More than any other 20th-century British poet, Auden has attracted the devotion of expert readers, resulting in critical epics that pay tribute to a heroic body of work. In 1993, at the age of 70, the American poet Anthony Hecht published The Hidden Law, a study that reflected his lifelong reading of Auden; a few years later, the English poet and Oxford don John Fuller produced WH Auden: A Commentary, the result of quarter of a century of research. Both ran to well over 400 pages. Around the same time, a young Nicholas Jenkins co-founded the Auden Society, and began an academic career immersed in Auden scholarship. Now, three decades later, he has produced his own magnum opus, which is both narrower in scope than those earlier overviews (The Island ends in 1936; Auden died in 1973) and, at more than 700 pages, significantly longer.
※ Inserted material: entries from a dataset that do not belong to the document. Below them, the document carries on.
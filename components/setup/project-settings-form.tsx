"use client";

import { useRouter } from "next/navigation";
import { useMemo, useRef, useState } from "react";
import type { Project } from "@/db/schema";
import { designApi } from "@/lib/api-client/design";
import { FORM_UNITS } from "@/lib/design/quantities";
import { designSchemas } from "@/lib/validation/design";
import { DesignForm } from "./design-form";
import { projectFields, projectInitial } from "./specs";
import type { FormValues } from "./use-design-form";

/** A new project. Its values are typed in the user's units, or in the units chosen for the project when the user has no preference. */
export function NewProjectForm({ userUnits }: { userUnits: "IP" | "SI" | null }) {
  const router = useRouter();
  const [projectUnits, setProjectUnits] = useState<"IP" | "SI">(userUnits ?? "IP");
  const typing = userUnits ?? projectUnits;
  const units = FORM_UNITS[typing];
  const latest = useRef<FormValues | null>(null);
  const fields = useMemo(() => projectFields().filter((f) => f.name !== "unitSystem"), []);
  const [seed, setSeed] = useState<FormValues>(() => projectInitial(null, FORM_UNITS[userUnits ?? "IP"], userUnits ?? "IP"));

  function choose(u: "IP" | "SI") {
    const fresh = projectInitial(null, FORM_UNITS[userUnits ?? u], u);
    // Keep what was typed; the altitude and standard air start again in the newly chosen units.
    setSeed(latest.current ? { ...latest.current, altitudeM: fresh.altitudeM!, standardDensityKgM3: fresh.standardDensityKgM3! } : fresh);
    setProjectUnits(u);
  }

  return (
    <div className="space-y-4">
      <fieldset className="rounded-card border border-line p-3">
        <legend className="px-1 font-semibold text-ink-soft">Unit system of the project</legend>
        <div className="flex flex-wrap gap-4">
          {(["IP", "SI"] as const).map((u) => (
            <label key={u} className="flex min-h-touch cursor-pointer items-center gap-2 font-semibold">
              <input type="radio" name="project-units" value={u} checked={projectUnits === u} onChange={() => choose(u)} className="h-5 w-5 accent-accent" />
              {u === "IP" ? "Inch-pound (cfm, in., in. w.c., °F)" : "SI (L/s, mm, Pa, °C)"}
            </label>
          ))}
        </div>
        <p className="mt-1 text-sm text-ink-muted">
          {userUnits
            ? `You type in ${userUnits === "IP" ? "inch-pound" : "SI"} units (your own setting in the header); everyone without a setting sees the project's units.`
            : "The values below are typed in the project's units."}
        </p>
      </fieldset>
      <DesignForm
        key={projectUnits}
        idPrefix="new-project"
        title="New project"
        fields={fields}
        initial={seed}
        units={units}
        fixed={{ unitSystem: projectUnits }}
        schema={designSchemas(units).project}
        mode="create"
        columns={2}
        submitLabel="Create project"
        onValuesChange={(v) => {
          latest.current = v;
        }}
        save={(payload) => designApi.createProject(payload)}
        onSaved={(result) => {
          const { project } = result as { project: { id: string } };
          router.push(`/projects/${project.id}/setup`);
          router.refresh();
        }}
        onCancel={() => router.push("/projects")}
      />
    </div>
  );
}

/** The project's settings, typed in the viewer's units. */
export function EditProjectForm({ project, units: unitSystem, onDone }: { project: Project; units: "IP" | "SI"; onDone: () => void }) {
  const router = useRouter();
  const units = FORM_UNITS[unitSystem];
  return (
    <DesignForm
      idPrefix="project"
      title="Project settings"
      fields={projectFields()}
      initial={projectInitial(project, units, project.unitSystem)}
      units={units}
      schema={designSchemas(units).project}
      mode="edit"
      columns={2}
      submitLabel="Save settings"
      save={(payload) => designApi.updateProject(project.id, payload)}
      onSaved={() => {
        onDone();
        router.refresh();
      }}
      onCancel={onDone}
    />
  );
}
Auden was a great poet of vertiginous scale, often writing as if from a godlike height: “The clouds rift suddenly—look there / At cigarette-end smouldering on a border”. So it seems appropriate that the smallest detail of his life can be made to loom large. But there is also a practical limit to the labours he inspires. A few years ago, Ian Sansom published a witty confession of failure in the form of an aphoristic “biography” of one of Auden’s most famous works, “September 1, 1939”—a poem composed in New York at the outbreak of the Second World War and widely circulated again after 9/11. For 25 years, Sansom said, he had wanted to write “a big book about Auden’s life and work, a truly great book”—but eventually settled for “a short book about just one of his poems”.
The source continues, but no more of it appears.